→ Extracted records
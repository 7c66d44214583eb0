import type { RequestHandler } from 'express';
import type { z } from 'zod';
import { validationFailed, type FieldErrors } from '../errors.js';

/** Turns a zod error into `{ "field.path": "message" }`, the shape of the 400's `fields`. */
export function fieldErrors(error: z.ZodError): FieldErrors {
  const fields: FieldErrors = {};
  for (const issue of error.issues) {
    const key = issue.path.length ? issue.path.join('.') : '_';
    fields[key] ??= issue.message;
  }
  return fields;
}

/** Parses with a shared zod schema or throws the 400 that names each failing field. */
export function parseOrThrow<S extends z.ZodType>(schema: S, value: unknown): z.output<S> {
  const result = schema.safeParse(value);
  if (!result.success) throw validationFailed(fieldErrors(result.error));
  return result.data;
}

interface Schemas {
  body?: z.ZodType;
  query?: z.ZodType;
  params?: z.ZodType;
}

declare module 'express-serve-static-core' {
  interface Request {
    /** What validate() parsed: read it instead of req.body / req.query. */
    valid: { body?: unknown; query?: unknown; params?: unknown };
  }
}

/**
 * Validates the request against shared zod schemas. The parsed (normalised) values are put on
 * `req.valid`; use `req.valid.body as Input` or the typed helpers in each route.
 */
export function validate(schemas: Schemas): RequestHandler {
  return (req, _res, next) => {
    const fields: FieldErrors = {};
    const valid: Request['valid'] = {};
    for (const part of ['params', 'query', 'body'] as const) {
      const schema = schemas[part];
      if (!schema) continue;
      const result = schema.safeParse(req[part] ?? {});
      if (result.success) valid[part] = result.data;
      else Object.assign(fields, fieldErrors(result.error));
    }
    if (Object.keys(fields).length) return next(validationFailed(fields));
    req.valid = valid;
    next();
  };
}

type Request = import('express').Request;
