/// The saving of fine-tuning over training from scratch for one target.
///
/// Given only when both estimates lie within the trust range (reached in the data, or reachable
/// within `trust` samples): beyond it the curves' shapes, not measurements, would set the
/// saving. Interval ends beyond `trust` are unbounded, for the same reason.
fn saving(
    target: f64,
    scratch: &TargetEstimate,
    tuned: &TargetEstimate,
    campaign: &Campaign,
    trust: f64,
) -> TransferSaving {
    let trusted = |e: &TargetEstimate| {
        matches!(
            e.status,
            EstimateStatus::ReachedInData | EstimateStatus::Extrapolated
        )
    };
    let both = trusted(scratch) && trusted(tuned);
    let core_hours = |k: f64| campaign.budget(k).core_hours;
    let (s, f) = (
        scratch.samples.filter(|_| scratch.status.has_budget()),
        tuned.samples.filter(|_| tuned.status.has_budget()),
    );
    let within = |v: Option<f64>| v.filter(|&k| k <= trust);
    // An upper end that only reads "more than" is unbounded here.
    let ends = |e: &TargetEstimate| {
        let [lo, hi] = e.samples_interval;
        [within(lo), within(hi.filter(|_| !e.upper_beyond_data))]
    };
    let [s_lo, s_hi] = ends(scratch);
    let [f_lo, f_hi] = ends(tuned);
    let diff = |a: Option<f64>, b: Option<f64>| Some(a? - b?);
    let hours = |a: Option<f64>, b: Option<f64>| Some(core_hours(a?) - core_hours(b?));
    let (samples_saved_interval, core_hours_saved_interval) = if both {
        (
            [diff(s_lo, f_hi), diff(s_hi, f_lo)],
            [hours(s_lo, f_hi), hours(s_hi, f_lo)],
        )
    } else {
        ([None, None], [None, None])
    };
    let extrapolated = |e: &TargetEstimate| e.status == EstimateStatus::BeyondSupport;
    let note = match (tuned.status.has_budget(), scratch.status.has_budget()) {
        _ if both => String::new(),
        _ if extrapolated(tuned) || extrapolated(scratch) => {
            "no saving given: an estimate lies beyond what these curves support; measure larger k"
                .into()
        }
        (true, false) if scratch.status == EstimateStatus::Unreachable => {
            "training from scratch does not reach this target on its fitted curve; fine-tuning does"
                .into()
        }
        (false, _) if tuned.status == EstimateStatus::Unreachable => {
            "even the fine-tuned curve saturates below this target".into()
        }
        _ => format!(
            "no saving given: fine-tuned estimate {}, from scratch {}",
            tuned.status.label(),
            scratch.status.label()
        ),
    };
    TransferSaving {
        target,
        fine_tuned_samples: f,
        scratch_samples: s,
        fine_tuned_status: tuned.status,
        scratch_status: scratch.status,
        samples_saved: if both { diff(s, f) } else { None },
        samples_saved_interval,
        core_hours_saved: if both { hours(s, f) } else { None },
        core_hours_saved_interval,
        note,
    }
}

#[cfg(test)]
mod tests {
    use super::*;
    use crate::cost::CostInputs;

    fn estimate(
        status: EstimateStatus,
        k: f64,
        lo: Option<f64>,
        hi: Option<f64>,
    ) -> TargetEstimate {
        TargetEstimate {
            status,
            samples: Some(k),
            samples_interval: [lo, hi],
            ..TargetEstimate::no_fit(0.5, "")
        }
    }

    fn campaign() -> Campaign {
        CostInputs {
            core_hours_per_time_unit: Some(100.0),
            ..toml::from_str("").unwrap()
        }
        .campaign(8, 0.01)
        .unwrap()
    }

    /// Savings are differences of k* and of their costs; interval ends come from opposite ends
    /// (conservative) and ends beyond the trust range are unbounded.
    #[test]
    fn saving_is_a_conservative_difference_within_the_trust_range() {
        let c = campaign();
        let scratch = estimate(
            EstimateStatus::Extrapolated,
            3000.0,
            Some(2000.0),
            Some(9000.0),
        );
        let tuned = estimate(
            EstimateStatus::ReachedInData,
            500.0,
            Some(250.0),
            Some(1000.0),
        );
        let s = saving(0.5, &scratch, &tuned, &c, 8000.0);
        assert_eq!(s.samples_saved, Some(2500.0));
        // 9000 is beyond the trust range of 8000: that end is unbounded.
        assert_eq!(s.samples_saved_interval, [Some(1000.0), None]);
        let per_sample = c.budget(2.0).core_hours - c.budget(1.0).core_hours;
        assert!((s.core_hours_saved.unwrap() - 2500.0 * per_sample).abs() < 1e-6);
        assert!(s.note.is_empty());
    }

    /// An extrapolated or unreachable side gives no saving, and says why.
    #[test]
    fn no_saving_beyond_the_evidence() {
        let c = campaign();
        let tuned = estimate(
            EstimateStatus::ReachedInData,
            500.0,
            Some(250.0),
            Some(1000.0),
        );
        let far = TargetEstimate {
            samples: None,
            ..estimate(EstimateStatus::BeyondSupport, 0.0, Some(20000.0), None)
        };
        let s = saving(0.5, &far, &tuned, &c, 8000.0);
        assert_eq!((s.samples_saved, s.core_hours_saved), (None, None));
        assert!(
            s.note.contains("beyond what these curves support"),
            "{}",
            s.note
        );
        let flat = TargetEstimate {
            status: EstimateStatus::Unreachable,
            ..far.clone()
        };
        let s = saving(0.5, &tuned, &flat, &c, 8000.0);
        assert!(s.samples_saved.is_none());
        assert!(s.note.contains("saturates"), "{}", s.note);
        let s = saving(0.5, &flat, &tuned, &c, 8000.0);
        assert!(s.note.contains("from scratch does not reach"), "{}", s.note);
    }
}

→ Task statement
State how many lines in the entries above include the word "issue"; reply with the number alone.

→ Solution to this exercise
3